Posted 12/1/11 on the Disease Management Care Blog
The Disease Management Care Blog sympathizes with all those minimally titled and disempowered health system “directors,” “managers,” “VPs,” and “team leaders” who look up from their trenches at the folks running things from afar in their C suites and wonder: how can my bosses be so foolish? With their one-size-fits-all management, organization-wide metrics and devotion to “accreditation,” and “recognition” and “certification,” they’ve forgotten about the patient. Something is so wrong.
If you’re one of these unfortunates, you may want to send the boss a copy of this New England Journal article on the four habits of high value care organizations. While it’s clear that some provider groups are star performers, policymakers are struggling to find the characteristics that separate the wheat from the chaff.

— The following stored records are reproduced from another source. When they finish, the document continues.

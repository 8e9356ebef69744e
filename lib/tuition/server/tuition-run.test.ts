import { beforeEach, describe, expect, it } from 'vitest';
import type { Knex } from 'knex';
import { insertPercentSplit } from '@/db/families';
import { accountBalances } from '@/db/journal';
import { setHouseRule } from '@/db/settings';
import { transaction } from '@/db/transaction';
import { findTuitionRun, itemsOfRun } from '@/db/tuition-runs';
import { closedDatesFor, teachingDates } from '@/lib/calendar/term';
import type { Context } from '@/lib/server/context';
import { enrolled, lanternMoney, scholarship } from '@/tests/factories/lantern-money';
import { lanternStreet } from '@/tests/factories/lantern-street';
import { contextOf } from '@/tests/support/context';
import { freshDb } from '@/tests/support/fresh-db';
import { holdFamily, unholdFamily } from './hold-family';
import { previewTuitionRun } from './preview-tuition-run';
import { releaseTuitionRun } from './release-tuition-run';

const AUTUMN = { startsOn: '2026-09-08', endsOn: '2026-12-19' };
const CLOSED = closedDatesFor(['2026-10-12', '2026-11-26', '2026-11-27', '2026-11-28'].map((closedOn) => ({ closedOn, siteId: null, fromMin: null, toMin: null })), 'quay', 960, 30);
const dates = (weekday: number, from = AUTUMN.startsOn) => teachingDates(weekday, AUTUMN, CLOSED).filter((date) => date >= from);
const NEW_YORK = { zone: 'America/New_York', currency: 'USD', locale: 'en-US' };
const SEPTEMBER = Date.UTC(2026, 8, 1, 12) / 1000;

let db: Knex;
let owner: Context;
beforeEach(async () => {
  db = freshDb();
  await lanternStreet(db);
  await lanternMoney(db);
  owner = contextOf(db, 'owner', { personId: 'ruth', now: SEPTEMBER, school: NEW_YORK });
});

const preview = (over: object = {}, context = owner) =>
  previewTuitionRun({ kind: 'term', period: 'autumn', dueOn: '2026-09-15', instalments: 1, depositPercent: 0, ...over }, context);
const itemOf = async (runId: string) => (await itemsOfRun(db, runId))[0]!;
const controlTotal = async (runId: string): Promise<number> => (await findTuitionRun(db, runId))?.controlTotalMinor ?? -1;
const release = async (runId: string, context = owner) => releaseTuitionRun({ runId, controlTotalMinor: await controlTotal(runId) }, context);

/** S14: Ada 60 min, Ben 30 min and a group seat, all on Tuesdays; Ben holds a 25 % scholarship. */
async function vale(): Promise<void> {
  await enrolled(db, { studentId: 'ada', lengthMinutes: 60, dates: dates(2), startMin: 900 });
  await enrolled(db, { studentId: 'ben', lengthMinutes: 30, dates: dates(2), startMin: 960 });
  await enrolled(db, { studentId: 'ben', lengthMinutes: 60, type: 'group', dates: dates(2), startMin: 1020 });
  await scholarship(db, 'ben', 2500);
}
async function splitTuition(): Promise<void> {
  await transaction(db, async (trx) => {
    await insertPercentSplit(trx, { id: 'split-tuition', familyId: 'vale', chargeKind: 'tuition', parts: [{ payerId: 'payer-noor', bp: 6000 }, { payerId: 'payer-sam', bp: 4000 }] });
    await insertPercentSplit(trx, { id: 'split-rest', familyId: 'vale', chargeKind: '*', parts: [{ payerId: 'payer-sam', bp: 10_000 }] });
  });
}

describe('preview', () => {
  it('S14 discounts one after the other: 1,798.39, with every step', async () => {
    await vale();
    const { runId } = await preview();
    const item = await itemOf(runId);
    expect(item).toMatchObject({ state: 'planned', totalMinor: 179_839, changeKind: 'new' });
    expect(await controlTotal(runId)).toBe(179_839);
    const bill = JSON.parse(item.billJson) as { lines: { text: string; netMinor: number; explain: string[] }[] };
    expect(bill.lines.map(({ netMinor }) => netMinor)).toEqual([120_000, 42_525, 17_314]);
    expect(bill.lines[2]?.explain).toEqual([
      '15 × 60 min at $18.00 = $270.00', 'Second child, 10 %: $270.00 − $27.00 = $243.00', 'Second lesson, 5 %: $243.00 − $12.15 = $230.85',
      'Scholarship, 25 %: $230.85 − $57.71 = $173.14', 'Exempt from tax: private tuition',
    ]);
  });

  it('S14 best automatic discount only: 1,807.50', async () => {
    await vale();
    await transaction(db, (trx) => setHouseRule(trx, { id: 'rule', key: 'tuition.discount_mode', value: 'best_only', validFrom: '2026-01-01', approvedBy: 'ruth' }));
    expect(await itemOf((await preview()).runId)).toMatchObject({ totalMinor: 180_750 });
  });

  it('S10 a flat term fee for the lessons that are left: 395.36', async () => {
    await enrolled(db, { studentId: 'ada', dates: dates(4, '2026-10-15'), tuitionModel: 'per_term_flat', unitPriceMinor: 61_500 });
    expect(await itemOf((await preview()).runId)).toMatchObject({ totalMinor: 39_536 });
  });

  it('S04 counts the lessons of the weekday', async () => {
    await enrolled(db, { studentId: 'ada', dates: dates(1) });
    expect(await itemOf((await preview()).runId)).toMatchObject({ totalMinor: 54_600 });
  });

  it('charges a new student once for registration', async () => {
    await enrolled(db, { studentId: 'ada', dates: dates(2), startsOn: '2026-09-08' });
    const { runId } = await preview();
    expect(await itemOf(runId)).toMatchObject({ totalMinor: 63_000 + 3500 });
    await release(runId);
    await enrolled(db, { studentId: 'ada', dates: dates(4), startsOn: '2026-09-08', startMin: 700 });
    const later = await preview();
    expect(await itemOf(later.runId)).toMatchObject({ totalMinor: Math.round(58_800 * 0.95) });
  });

  it('says what stands in the way instead of guessing', async () => {
    await enrolled(db, { studentId: 'ada', dates: dates(2), lengthMinutes: 50 });
    const item = await itemOf((await preview()).runId);
    expect(item).toMatchObject({ state: 'problem', problem: 'There is no price for a 50 min lesson, which Ada Vale has.', totalMinor: 0 });
  });

  it('worked out again, it follows what changed and keeps held families held', async () => {
    await enrolled(db, { studentId: 'ada', dates: dates(2) });
    const { runId } = await preview();
    await holdFamily({ runId, familyId: 'vale', reason: 'Waiting for the new contract' }, owner);
    expect(await controlTotal(runId)).toBe(0);
    await enrolled(db, { studentId: 'ben', dates: dates(4) });
    expect((await preview()).runId).toBe(runId);
    expect(await itemOf(runId)).toMatchObject({ state: 'held', heldReason: 'Waiting for the new contract', totalMinor: 63_000 + 52_920 });
    await unholdFamily({ runId, familyId: 'vale' }, owner);
    expect(await controlTotal(runId)).toBe(115_920);
  });

  it('is for the owner', async () => {
    for (const role of ['desk', 'teacher', 'guardian', 'student'] as const) await expect(preview({}, contextOf(db, role))).rejects.toMatchObject({ name: 'AppError' });
  });
});

describe('release', () => {
  it('S16 issues one invoice with the shares of the payers, and mails each their own', async () => {
    await vale();
    await splitTuition();
    const { runId } = await preview();
    await release(runId);
    expect(await db('invoice')).toMatchObject([{ documentNo: 'L-00001', sequenceNo: 1, state: 'issued', totalMinor: 179_839 }]);
    const shares: { payerId: string; amountMinor: number }[] = await db('invoice_share').orderBy('payerId').select('payerId', 'amountMinor');
    expect(shares).toEqual([{ payerId: 'payer-noor', amountMinor: 107_903 }, { payerId: 'payer-sam', amountMinor: 71_936 }]);
    const mails: { toAddress: string; bodyText: string }[] = await db('outbox').orderBy('toAddress');
    expect(mails.map(({ toAddress }) => toAddress)).toEqual(['noor@example.com', 'sam@example.com']);
    expect(mails[0]?.bodyText).toContain('Tuition: your 60 % of $1,798.39 = $1,079.03');
    expect(mails[0]?.bodyText).not.toMatch(/sam|719\.36|40 %/i);
    expect(mails[1]?.bodyText).not.toMatch(/noor|1,079\.03|60 %/i);
    expect(await accountBalances(db)).toEqual([{ accountCode: 'deferred_tuition', balanceMinor: -179_839 }, { accountCode: 'receivable', balanceMinor: 179_839 }]);
  });

  it('fifty releases at once are one', async () => {
    await vale();
    const { runId } = await preview();
    const total = await controlTotal(runId);
    const results = await Promise.all(Array.from({ length: 50 }, () => releaseTuitionRun({ runId, controlTotalMinor: total }, owner)));
    for (const result of results) expect(result).toEqual({ runId, invoices: 1, totalMinor: 179_839 });
    expect(await db('invoice')).toHaveLength(1);
    expect(await db('outbox')).toHaveLength(1);
    expect(await db('number_series').where({ kind: 'invoice' })).toMatchObject([{ nextNo: 2 }]);
  });

  it('stopped half-way, it goes on and leaves no gap in the numbers', async () => {
    await enrolled(db, { studentId: 'ada', dates: dates(2) });
    await transaction(db, async (trx) => {
      await trx('family').insert({ id: 'marsh', name: 'Marsh', legalEntityId: 'lantern', currency: 'USD' });
      await trx('payer').insert({ id: 'payer-theo', familyId: 'marsh', personId: 'theo' });
    });
    await enrolled(db, { studentId: 'theo', familyId: 'marsh', dates: dates(3) });
    const { runId } = await preview();
    const total = await controlTotal(runId);
    const stop = () => { throw new Error('the power went'); };
    await expect(releaseTuitionRun({ runId, controlTotalMinor: total }, owner, stop)).rejects.toThrow('the power went');
    expect(await db('invoice')).toHaveLength(1);
    const seen: object[] = [];
    await expect(releaseTuitionRun({ runId, controlTotalMinor: total }, owner, (progress) => void seen.push(progress))).resolves.toMatchObject({ invoices: 2, totalMinor: 126_000 });
    expect(seen).toEqual([{ done: 2, total: 2 }]);
    expect((await db('invoice').orderBy('sequenceNo').select('sequenceNo'))).toEqual([{ sequenceNo: 1 }, { sequenceNo: 2 }]);
  });

  it('leaves held and faulty bills behind, and refuses a total that was not looked at', async () => {
    await enrolled(db, { studentId: 'ada', dates: dates(2) });
    const { runId } = await preview();
    await expect(releaseTuitionRun({ runId, controlTotalMinor: 1 }, owner)).rejects.toMatchObject({ code: 'conflict' });
    await holdFamily({ runId, familyId: 'vale', reason: 'Asked to wait' }, owner);
    await expect(release(runId)).resolves.toMatchObject({ invoices: 0 });
    expect(await db('invoice')).toEqual([]);
  });

  it('does not bill the same lessons twice in a later run of the term', async () => {
    await enrolled(db, { studentId: 'ada', dates: dates(2) });
    await release((await preview()).runId);
    const { runId } = await preview();
    expect(await itemsOfRun(db, runId)).toEqual([]);
    expect(await db('tuition_run').where({ id: runId }).first()).toMatchObject({ label: 'Autumn 2026/27, later enrolments' });
    await enrolled(db, { studentId: 'ben', dates: dates(4), startMin: 720 });
    await preview();
    expect(await itemOf(runId)).toMatchObject({ totalMinor: 52_920, changeKind: 'changed', changeText: 'New: Ben Vale: Keyboard harmony', lastTotalMinor: null });
  });

  it('compares the next term with this one', async () => {
    const { enrolmentId } = await enrolled(db, { studentId: 'ada', dates: dates(2) });
    await release((await preview()).runId);
    const winter = teachingDates(2, { startsOn: '2027-01-11', endsOn: '2027-03-27' }, CLOSED);
    await transaction(db, async (trx) => {
      const [first]: { id: string }[] = await trx('occurrence').limit(1).select('id');
      const model = await trx('occurrence').where({ id: first!.id }).first() as Record<string, unknown>;
      for (const [index, localDate] of winter.entries()) {
        await trx('occurrence').insert({ ...model, id: `w${index}`, localDate });
        await trx('seat').insert({ id: `ws${index}`, occurrenceId: `w${index}`, studentId: 'ada', enrolmentId });
      }
    });
    const { runId } = await preview({ period: 'winter', dueOn: '2027-01-15' });
    expect(await itemOf(runId)).toMatchObject({ changeKind: 'changed', changeText: '11 lessons instead of 15', totalMinor: 46_200, lastTotalMinor: 63_000 });
  });
});

describe('what the database refuses', () => {
  beforeEach(async () => {
    await vale();
    await release((await preview()).runId);
  });
  it.each([
    ['an issued invoice', (trx: Knex) => trx('invoice').update({ label: 'x' }), 'invoice_fixed'],
    ['its deletion', (trx: Knex) => trx('invoice').delete(), 'invoice_fixed'],
    ['a line', (trx: Knex) => trx('invoice_line').update({ netMinor: 1 }), 'invoice_fixed'],
    ['a step', (trx: Knex) => trx('line_step').delete(), 'invoice_fixed'],
    ['a share', (trx: Knex) => trx('invoice_share').update({ amountMinor: 1 }), 'invoice_fixed'],
    ['an instalment', (trx: Knex) => trx('instalment').update({ dueOn: '2030-01-01' }), 'invoice_fixed'],
    ['the books', (trx: Knex) => trx('journal_line').update({ debitMinor: 1 }), 'journal_fixed'],
    ['a number out of turn', (trx: Knex) => trx('number_series').update({ nextNo: 9 }), 'number_gap'],
    ['a released run', (trx: Knex) => trx('tuition_run').update({ label: 'x' }), 'run_fixed'],
  ])('%s', async (_name, attempt, code) => {
    await expect(attempt(db)).rejects.toThrow(code);
  });
});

Author Richard Bohmer helps out by pointing to four key characteristics that drive value. They’re not what the C-suite typically wants.
Those characteristics are:
1. Specification and planning: all patient care activities are based on explicit criteria that are tailored for patient subgroups. As a result, any intake process, intervention, pathway, communication or discharge process is directly linked to predetermined criteria that are tailored to categories of need. One-size-fits-all is thrown out the window.

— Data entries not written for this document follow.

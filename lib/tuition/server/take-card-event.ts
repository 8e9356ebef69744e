import 'server-only';
import { findSchool } from '@/db/school';
import { AppError } from '@/lib/errors';
import { database } from '@/lib/server/database';
import { log } from '@/lib/server/log';
import { receiveCardEvent } from './receive-card-event';

const BODY_LIMIT_CHARACTERS = 512 * 1024;

/** The door for the card processor: 200 when the event has been dealt with, 400 for a bad signature, anything else is sent again by the processor. */
export async function takeCardEvent(body: string, signature: string): Promise<{ status: number; message: string }> {
  if (body.length > BODY_LIMIT_CHARACTERS) return { status: 413, message: 'too large' };
  const db = database();
  const school = await findSchool(db);
  if (!school) return { status: 503, message: 'no school yet' };
  try {
    const effect = await receiveCardEvent({ body, signature }, { db, school, now: Math.floor(Date.now() / 1000) });
    log.info({ effect }, 'card event');
    return { status: 200, message: effect };
  } catch (error) {
    if (error instanceof AppError) return { status: 400, message: error.message };
    throw error;
  }
}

2. Microsystem design: staff, technology, policies and procedures are also fitted to serve the patient subpopulations. Team members have roles, supply chains are branching and information systems are tailored. While the trick is to harmonize it all, in the end everyone knows what to do depending on predetermined and very local engineering.

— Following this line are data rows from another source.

import { asksOf } from '@/lib/ladder/asks';
import { isSpoken } from '@/lib/ladder/play-spec';
import { decideHearing } from '@/lib/ladder/server/decide-hearing';
import { installLadder } from '@/lib/ladder/server/install-ladder';
import { recordProof } from '@/lib/ladder/server/record-proof';
import { startHearing } from '@/lib/ladder/server/start-hearing';
import { newId } from '@/lib/server/ids';
import { instantOf } from '@/lib/time';
import { findHearing } from '../hearings';
import { joinLadder, rebuildStudentRungs } from '../ladder-standing';
import { insertPlacementCredits } from '../imports-write';
import { liveEdition, needsOf, rungsOf, type Edition, type Rung } from '../ladders';
import { transaction } from '../transaction';
import { teacherAt, ownerAt } from './demo-context';
import type { House } from './demo-types';
import { demoSlots, type DemoSlot } from './demo-lessons';
import { between } from './random';

const NOTES = ['Even and unhurried.', 'The top note sang. Keep it there.', 'Steady time from the first key to the last.', 'A warm sound; the left hand led well.'] as const;

/** The ladder, where everybody was placed, and what has been heard since: some rungs of each student's level, with their proofs. */
export async function layLadder(house: House): Promise<void> {
  await installLadder({}, ownerAt(house, instantOf(house.terms.last.startsOn, 540, house.zone)));
  const edition = await liveEdition(house.db);
  if (!edition) throw new Error('the demo school has no ladder');
  const rungs = await rungsOf(house.db, edition.id);
  for (const slot of demoSlots(house)) {
    await place(house, edition, rungs, slot);
    await hearSome(house, edition, rungs, slot);
  }
}

async function place({ db, owner, terms, zone }: House, edition: Edition, rungs: Rung[], { student }: DemoSlot): Promise<void> {
  const creditedOn = terms.last.startsOn;
  await transaction(db, async (trx) => {
    await joinLadder(trx, { id: newId(), studentId: student.id, ladderId: edition.ladderId, editionId: edition.id, sinceOn: creditedOn });
    await insertPlacementCredits(trx, rungs.filter(({ levelNo }) => levelNo < student.level).map(({ id: rungId }) => ({
      id: newId(), studentId: student.id, rungId, reason: `Placed at level ${student.level} on joining the ladder`, byId: owner.actor.personId, creditedOn, at: instantOf(creditedOn, 540, zone),
    })));
    await rebuildStudentRungs(trx, student.id, edition.id);
  });
}

type Taught = { id: string; startsAt: number };

/** Up to four rungs, one every few taught lessons, in the order of the ladder and its needs. */
async function hearSome(house: House, edition: Edition, rungs: Rung[], slot: DemoSlot): Promise<void> {
  const { db, random, now } = house;
  const taught: Taught[] = await db('occurrence as o').join('seat as s', 's.occurrenceId', 'o.id').where('s.studentId', slot.student.id).where('o.state', 'taught').where('o.endsAt', '<', now)
    .orderBy('o.startsAt').select('o.id', 'o.startsAt');
  const count = slot.student.key === 'ada' ? 5 : between(random, 0, 4);
  const passed = new Set(rungs.filter(({ levelNo }) => levelNo < slot.student.level).map(({ id }) => id));
  const needs = await needsOf(db, edition.id);
  for (let at = 0; at < count; at += 1) {
    const lesson = taught[Math.floor(((at + 1) * taught.length) / (count + 1))];
    const next = rungs.find((rung) => !passed.has(rung.id) && rung.levelNo >= slot.student.level && needs.filter(({ rung: of }) => of === rung.id).every(({ needs: needed }) => passed.has(needed)));
    const teacher = house.teachers.find(({ id }) => id === slot.teacherId);
    // A rung played freely has no one voicing to play back.
    if (!lesson || !next || !teacher || teacher.levelTo < next.levelNo || next.spec.how === 'free') return;
    await hear(house, slot, next, { lesson, at });
    passed.add(next.id);
  }
}

async function hear(house: House, { student, teacherId }: DemoSlot, rung: Rung, { lesson, at }: { lesson: Taught; at: number }): Promise<void> {
  const context = teacherAt(house, teacherId, [student.id], lesson.startsAt + 20 * 60);
  const { hearingId } = await startHearing({ studentId: student.id, rungId: rung.id, occurrenceId: lesson.id, leadReason: '' }, context);
  const drawn = (await findHearing(house.db, hearingId))?.drawn ?? [];
  const spoken = isSpoken(rung.spec.how);
  for (const [drawnNo, key] of drawn.entries()) {
    const heard = asksOf(rung.spec, key).map((ask) => (spoken
      ? { played: [], milliseconds: null, byEar: 'right' as const }
      : { played: ask.shown.notes.map((note) => note.key), milliseconds: 900 + between(house.random, 0, 1600), byEar: null }));
    await recordProof({ hearingId, drawnNo, source: spoken ? 'ear' : 'midi', heard }, context);
  }
  await decideHearing({ hearingId, outcome: 'passed', passReason: '', notePublic: NOTES[at % NOTES.length] ?? '', notePrivate: '', marks: [] }, context);
}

3. Measurement and oversight: it’s all about internal process control and performance management based on the patient populations and the organization’s culture. Those external accreditation metrics are important, but they’re a necessary evil that has little to do with the real work at hand.
4. Self-study: this makes use of all that internal measurement to better understand any positive or negative deviation from their own established internal benchmarks. This may include conducting ad-hoc prospective research-lite protocols. In addition, understanding what the measurement is saying becomes part of the organizations’ culture.
While C-suite types may be aghast over these recommendations, the DMCB has seen them work in day-to-day care management programs. It believes a good tide of risk segmentation, tailored care planning, ongoing measurement and a virtuous cycle of quality improvement will be a tide that not only improves HEDIS® scores, it will also reduce costs and improve quality.
Bravo says the DMCB. It’s mentioned many of these characteristics in prior posts, but this article does a nice job of pulling it all together. Best of all, it’s open access. Whether you’re a small physician owned practice or a large ACO wannabe, this article deserves to be in your library.